Although not around when the dinosaurs were, Parris has been at the museum for a long time. As he passes a fire extinguisher, whose door has come ajar, and pushes it shut, he says “I’ve been closing that door since 1971.”

With master’s degrees in geology from Princeton University and paleontology from the South Dakota Institute of Mining and Technology, Parris worked his way up to becoming curator in 1985. “Geologically, things haven’t changed that much,” says Parris. 

But the collection has vastly expanded, thanks to fieldwork done in recent years, from which 100 scientific publications were produced, showcasing the museum as an academic institution. “Not only have we added to the collection but to the knowledge of paleontology and geology of New Jersey and beyond,” says Parris. The museum does field research at its Natural History Field School in the Bighorn Basin of Montana, where the scientific environment during the Cretaceous Period (more than 66 million years ago, following the Jurassic Period) was similar to New Jersey’s. Today, the dense population and the built environment make it difficult to access fossils, “although most of our work is in New Jersey,” says Parris. “It’s a great place to live if you’re a paleontologist.  

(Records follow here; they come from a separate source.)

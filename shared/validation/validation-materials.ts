import type { Material } from '../engineering/materials/material'
import { celsius, kilogramPerCubicMetre, mPa, pascal, perKelvin } from '../engineering/quantities/units'

/** A material for checks whose sources give only elastic constants; strengths are never reached in them. */
export function elasticMaterial(
  youngsModulusMPa: number,
  poissonRatio: number,
  densityKgM3 = 7850,
  expansionPerK = 11.5e-6,
): Material {
  return {
    name: 'elastic constants of the source',
    youngsModulus: mPa(youngsModulusMPa),
    poissonRatio,
    expansion: perKelvin(expansionPerK),
    coolingExpansion: perKelvin(expansionPerK),
    density: kilogramPerCubicMetre(densityKgM3),
    yieldStrength: pascal(1e12),
    tensileStrength: pascal(1e12),
    isBrittle: false,
    maxJoiningTemperature: celsius(300),
  }
}
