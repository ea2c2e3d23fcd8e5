import { BEAM_CHECKS } from './checks/beam-checks'
import { CONTACT_CHECKS } from './checks/contact-checks'
import { FATIGUE_CHECKS } from './checks/fatigue-checks'
import { INTERFERENCE_FIT_CHECKS } from './checks/interference-fit-checks'
import { LOAD_CHECKS } from './checks/load-checks'
import { ROTATION_CHECKS, TEMPERATURE_CHECKS } from './checks/service-checks'
import { STATISTICS_CHECKS } from './checks/statistics-checks'
import { TOLERANCE_CHECKS } from './checks/tolerance-checks'
import { VIBRATION_CHECKS } from './checks/vibration-checks'
import type { ValidationCheck } from './validation-check'

/** Every check against something outside the project, in the order of the table. */
export const ALL_CHECKS: readonly ValidationCheck[] = [
  ...TOLERANCE_CHECKS,
  ...INTERFERENCE_FIT_CHECKS,
  ...ROTATION_CHECKS,
  ...TEMPERATURE_CHECKS,
  ...LOAD_CHECKS,
  ...BEAM_CHECKS,
  ...FATIGUE_CHECKS,
  ...VIBRATION_CHECKS,
  ...STATISTICS_CHECKS,
  ...CONTACT_CHECKS,
]
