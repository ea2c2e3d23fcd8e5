import { EngineeringInputError, requireFinite, requirePositive } from '../engineering-input-error'
import type { Length } from '../quantities/quantity'
import { metre } from '../quantities/units'
import { normalProbability } from './normal-distribution'

/** One dimension of a chain: where its limits stand and with which sign it counts. */
export interface ToleranceMember {
  nominal: Length
  /** Limits as deviations from nominal, lower ≤ upper. */
  lower: Length
  upper: Length
  /** +1 or −1; interference is shaft minus bore. */
  sign: 1 | -1
}

export interface ToleranceStack {
  worstLow: Length
  worstHigh: Length
  mean: Length
  standardDeviation: Length
}

/**
 * Worst case and root-sum-square of a chain of dimensions.
 *
 * Model: worst case from the limits; σ² = Σ (T_i/(6 C_p))², each member centred in its limits.
 * @param members [m] nominal, deviations and sign of each dimension
 * @param capability [1] process capability C_p, > 0; 1 when the tolerance is six standard deviations
 * @returns [m] limits, mean and standard deviation of the sum
 * @throws EngineeringInputError `notFinite`, `notPositive`, `outOfRange`
 *
 * Validity: independent members; RSS assumes normal, centred processes and is not for sorting or single units.
 * Source: shigley-9 section 1-14
 * Example: shigley-9 Example 1-7, gap of a screw with three parts: 0.005 in, worst case ± 0.010 in (from memory)
 */
export function toleranceStack(members: readonly ToleranceMember[], capability: number): ToleranceStack {
  requirePositive(capability, 'capability')
  let worstLow = 0
  let worstHigh = 0
  let mean = 0
  let variance = 0
  members.forEach(({ nominal, lower, upper, sign }, index) => {
    requireFinite(nominal, `members.${index}.nominal`)
    requireFinite(lower, `members.${index}.lower`)
    requireFinite(upper, `members.${index}.upper`)
    if (lower > upper)
      throw new EngineeringInputError(
        'outOfRange',
        `members.${index}.lower`,
        'The lower limit is above the upper',
      )
    worstLow += sign * (nominal + (sign > 0 ? lower : upper))
    worstHigh += sign * (nominal + (sign > 0 ? upper : lower))
    mean += sign * (nominal + (lower + upper) / 2)
    variance += ((upper - lower) / (6 * capability)) ** 2
  })
  return {
    worstLow: metre(worstLow),
    worstHigh: metre(worstHigh),
    mean: metre(mean),
    standardDeviation: metre(Math.sqrt(variance)),
  }
}

/**
 * Chance that the sum of a chain falls below a value.
 *
 * Model: P = Φ((limit − mean)/σ).
 * @param stack [m] from `toleranceStack`
 * @param limit [m] value asked about
 * @returns [1] probability from 0 to 1
 * @throws EngineeringInputError `notFinite`
 *
 * Validity: normal, independent members; inspection that cuts off the tails makes it smaller.
 * Source: shigley-9 section 1-14
 * Example: abramowitz-stegun Table 26.1, three standard deviations below the mean: 0.00135
 */
export function chanceBelow(stack: ToleranceStack, limit: Length): number {
  requireFinite(limit, 'limit')
  if (stack.standardDeviation === 0) return limit > stack.mean ? 1 : 0
  return normalProbability((limit - stack.mean) / stack.standardDeviation)
}
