import { queryOptions } from '@tanstack/react-query'
import { request } from '@/lib/http-client'
import { queryKeys } from '@/lib/query-keys'
import { layoutReleasesSchema } from '@shared/protocol/releases'

/**
 * Under the key of the workspace's releases, so that its news refreshes them too. On the bench the
 * news comes as status and letter of the open layout: `state` is whatever makes an answer outdated.
 */
export const layoutReleasesQuery = (workspaceId: string, layoutId: string, state = '') =>
  queryOptions({
    queryKey: [...queryKeys.releases(workspaceId), 'layout', layoutId, state],
    queryFn: async ({ signal }) =>
      (await request(`/api/layouts/${layoutId}/releases`, { schema: layoutReleasesSchema, signal })).releases,
  })
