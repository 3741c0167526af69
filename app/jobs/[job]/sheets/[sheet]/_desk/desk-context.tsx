'use client';

import { createContext, type ReactNode, useContext } from 'react';
import type { ShapeRef } from '@/lib/figures/drawing';
import type { Draft } from '@/lib/model/draft';
import type { FieldError } from '@/lib/model/field-reader';

export interface DeskContext {
  draft: Draft;
  /** Writes one place of the draft: `edit('geometry.span', '7.20 m')`. */
  edit: (path: string, value: unknown) => void;
  /** Changes several places as one step to undo. */
  change: (name: string, apply: (draft: Draft) => Draft) => void;
  errors: readonly FieldError[];
  /** Fields left once; a field still being filled in is not scolded. */
  visited: ReadonlySet<string>;
  visit: (path: string) => void;
  lit: ShapeRef | undefined;
  light: (ref: ShapeRef | undefined) => void;
  /** Opens what belongs to an element of the drawing: a joint's support, a member's load. */
  open: (ref: ShapeRef) => void;
  /** Puts the focus on the field at `path`, on whichever step it stands. */
  goTo: (path: string) => void;
}

const Context = createContext<DeskContext | undefined>(undefined);

export function DeskProvider({ value, children }: { value: DeskContext; children: ReactNode }) {
  return <Context value={value}>{children}</Context>;
}

export function useDesk(): DeskContext {
  const desk = useContext(Context);
  if (!desk) throw new Error('useDesk outside of a desk');
  return desk;
}

/** The sentence to show at a field: none while the field is blank and was never left. */
export function useFieldError(path: string, text: string): string | undefined {
  const { errors, visited } = useDesk();
  const error = errors.find((e) => e.path === path);
  return error && (text.trim() !== '' || visited.has(path)) ? error.message : undefined;
}
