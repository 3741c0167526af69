'use client';

import { useCallback, useEffect, useState } from 'react';
import { type DeskStepKey, stepOfPath } from './desk-step';

export type Zone = 'steps' | 'form' | 'page';

/** Where one is on the desk: the step, the part shown on a narrow screen, the load case, the field in hand. */
export function usePlace() {
  const [step, setStep] = useState<DeskStepKey>('geometry');
  const [zone, setZone] = useState<Zone>('form');
  const [caseIndex, setCase] = useState(0);
  const [goal, setGoal] = useState<{ path: string } | undefined>();

  // The field exists only after its step is on the screen.
  useEffect(() => {
    if (!goal) return;
    const fields = [...document.querySelectorAll<HTMLElement>('.deskmain [data-path]')];
    const exact = fields.find((f) => f.dataset.path === goal.path);
    const within = fields.find((f) => f.dataset.path?.startsWith(rowOf(goal.path)));
    (exact ?? within)?.focus();
  }, [goal]);

  const goStep = useCallback((to: DeskStepKey) => {
    setStep(to);
    setZone('form');
  }, []);
  const goTo = useCallback(
    (path: string) => {
      const at = /^cases\.(\d+)/.exec(path)?.[1];
      if (at !== undefined) setCase(Number(at));
      goStep(stepOfPath(path));
      setGoal({ path });
    },
    [goStep],
  );
  return { step, goStep, zone, setZone, caseIndex, setCase, goTo };
}

/** "cases.0.loads.3." of "cases.0.loads.3.first". */
const rowOf = (path: string): string => path.slice(0, path.lastIndexOf('.') + 1) || path;
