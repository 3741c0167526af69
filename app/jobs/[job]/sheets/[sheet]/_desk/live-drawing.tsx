'use client';

import { drawLoads } from '@/lib/figures/draw-loads';
import { drawStructure } from '@/lib/figures/draw-structure';
import type { Drawing } from '@/lib/figures/drawing';
import { analysisForm, analysis as analysisSchema } from '@/lib/model/analysis';
import type { Draft } from '@/lib/model/draft';
import { readDraft } from '@/lib/model/read-draft';
import { DrawingView } from '@/templates/screen/drawing-view';
import { measureLabel } from '@/templates/screen/lay-out-label';
import { useDesk } from './desk-context';

/** The structure to scale as far as it can be read, with the loads of the case in hand. */
export function LiveDrawing({ caseIndex, width }: { caseIndex: number | undefined; width: number }) {
  const { draft, lit, light } = useDesk();
  const drawing = drawDraft(draft, caseIndex, width);
  if (!drawing) return <p className="ans drawwait">The drawing starts with the first length.</p>;
  return (
    <div className="draw gr live-draw">
      <DrawingView drawing={drawing} lit={lit} onLight={light} />
    </div>
  );
}

/** Draws what can be read; a structure that is not complete yet is drawn without its loads. */
function drawDraft(draft: Draft, caseIndex: number | undefined, width: number): Drawing | undefined {
  const read = readDraft(draft);
  const known = read.ok ? read.analysis : undefined;
  const geometry = read.ok ? read.analysis : read.geometry;
  const parsed = analysisSchema.safeParse(
    known ?? {
      form: analysisForm,
      units: draft.units,
      basis: { kind: 'relative' },
      joints: geometry.joints,
      members: geometry.members.filter(
        (m) => [m.start, m.end].every((id) => geometry.joints.some((j) => j.id === id)) && m.start !== m.end,
      ),
      cases: [],
    },
  );
  if (!parsed.success || parsed.data.members.length > 400) return undefined;
  const chosen = caseIndex === undefined ? undefined : parsed.data.cases[caseIndex];
  return chosen
    ? drawLoads(parsed.data, chosen, { width, measure: measureLabel })
    : drawStructure(parsed.data, { width, measure: measureLabel });
}
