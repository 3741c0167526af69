'use client';

import { FieldReader } from '@/lib/model/field-reader';
import { readGeometry } from '@/lib/model/read-geometry';
import { supportRows } from '@/lib/model/support-rows';
import { useDesk } from './desk-context';

/** What a click on the drawing does, as buttons: each joint leads to its support, each member to its load. */
export function DrawingElements() {
  const { draft, light, open } = useDesk();
  const members = readGeometry(new FieldReader(draft.units), draft).members;
  const held = new Set(supportRows(draft).map((r) => r.joint));
  const refs = [
    ...[...held].map((id) => ({ of: 'joint' as const, id, words: `Support at ${id}` })),
    ...members.map(({ id }) => ({ of: 'member' as const, id, words: `Load on ${id}` })),
  ];
  return (
    <details className="elements">
      <summary>Joints and members</summary>
      <ul aria-label="Joints and members">
        {refs.map(({ of, id, words }) => (
          <li key={`${of} ${id}`}>
            <button
              type="button"
              className="linkish"
              onFocus={() => light({ of, id })}
              onBlur={() => light(undefined)}
              onClick={() => open({ of, id })}
            >
              {words}
            </button>
          </li>
        ))}
      </ul>
    </details>
  );
}
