import type { Draft, DraftLoad } from '@/lib/model/draft';
import { supportPath, supportRows } from '@/lib/model/support-rows';

/** Where the support of a joint is chosen. */
export function supportFieldOf(draft: Draft, joint: string): string | undefined {
  const row = supportRows(draft).findIndex((r) => r.joint === joint);
  return row < 0 ? undefined : `${supportPath(draft, row)}.kind`;
}

/**
 * The field of the load on a member in the case in hand. A case without a load there gets a uniform one, downward, its
 * value left to be typed; a sheet without cases has nowhere to put one.
 */
export function loadFieldOf(
  draft: Draft,
  caseIndex: number,
  member: string,
): { path: string; draft: Draft } | undefined {
  const chosen = draft.cases[caseIndex];
  if (!chosen) return undefined;
  const known = chosen.loads.findIndex((l) => l.on === member);
  if (known >= 0) return { path: `cases.${caseIndex}.loads.${known}.first`, draft };
  const loads = [...chosen.loads, blankOn(member)];
  const cases = draft.cases.map((c, i) => (i === caseIndex ? { ...c, loads } : c));
  return { path: `cases.${caseIndex}.loads.${loads.length - 1}.first`, draft: { ...draft, cases } };
}

function blankOn(member: string): DraftLoad {
  return {
    kind: 'uniform',
    on: member,
    direction: 'down',
    per: 'length',
    first: '',
    second: '',
    from: '',
    to: '',
    source: '',
  };
}
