'use client';

import type { FieldError } from '@/lib/model/field-reader';
import { DrawingView } from '@/templates/screen/drawing-view';
import { SheetView } from '@/templates/screen/sheet-view';
import type { Writing } from './writing';

interface Props {
  sheet: string;
  writing: Writing | undefined;
  pages: Extract<Writing, { state: 'written' }> | undefined;
  late: boolean;
  errors: readonly FieldError[];
}

/** The same blocks that will be printed, as they stand after the last change that could be solved. */
export function LivePage({ sheet, writing, pages, late, errors }: Props) {
  const behind = writing !== undefined && writing.state !== 'written';
  return (
    <section className="live" aria-label="Live page">
      <div className="livehead">
        <span>
          Sheet <b>{sheet}</b>
        </span>
        <span role="status">
          {late ? 'The server does not answer; the page is the last one written.' : null}
          {!late && behind && pages ? 'The page is the last one that could be solved.' : null}
        </span>
      </div>
      <div className={behind ? 'leaf behind' : 'leaf'}>
        {writing?.state === 'refused' ? (
          <div className="refused" role="status">
            <h2>Not solved</h2>
            <p>{writing.refusal.message}</p>
            {writing.drawing ? <DrawingView drawing={writing.drawing} /> : null}
          </div>
        ) : null}
        {pages ? (
          <SheetView blocks={pages.blocks} />
        ) : (
          <NotYet errors={errors} waiting={writing === undefined} />
        )}
      </div>
    </section>
  );
}

function NotYet({ errors, waiting }: { errors: readonly FieldError[]; waiting: boolean }) {
  if (waiting) return <p className="notyet">Being written …</p>;
  if (errors.length === 0) return null;
  return (
    <div className="notyet">
      <p>The page is written as soon as these are there:</p>
      <ul>
        {errors.slice(0, 8).map((e) => (
          <li key={e.path}>{e.message}</li>
        ))}
      </ul>
      {errors.length > 8 ? <p>and {errors.length - 8} more.</p> : null}
    </div>
  );
}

On a recent weekday morning, a group of 4- to 8-year-olds from Trenton’s Divine Kidz Academy filled a classroom, transfixed as Assistant Curator of Science Education Dr. Diane Bushman talked about chemistry, atoms and digging for dinosaurs. “These are a great group of curious kids,” she said. “They get to practice paleontology skills with tubs of fossils, figuring out which are real and which are models. It’s a chance to get messy, digging with trowels.”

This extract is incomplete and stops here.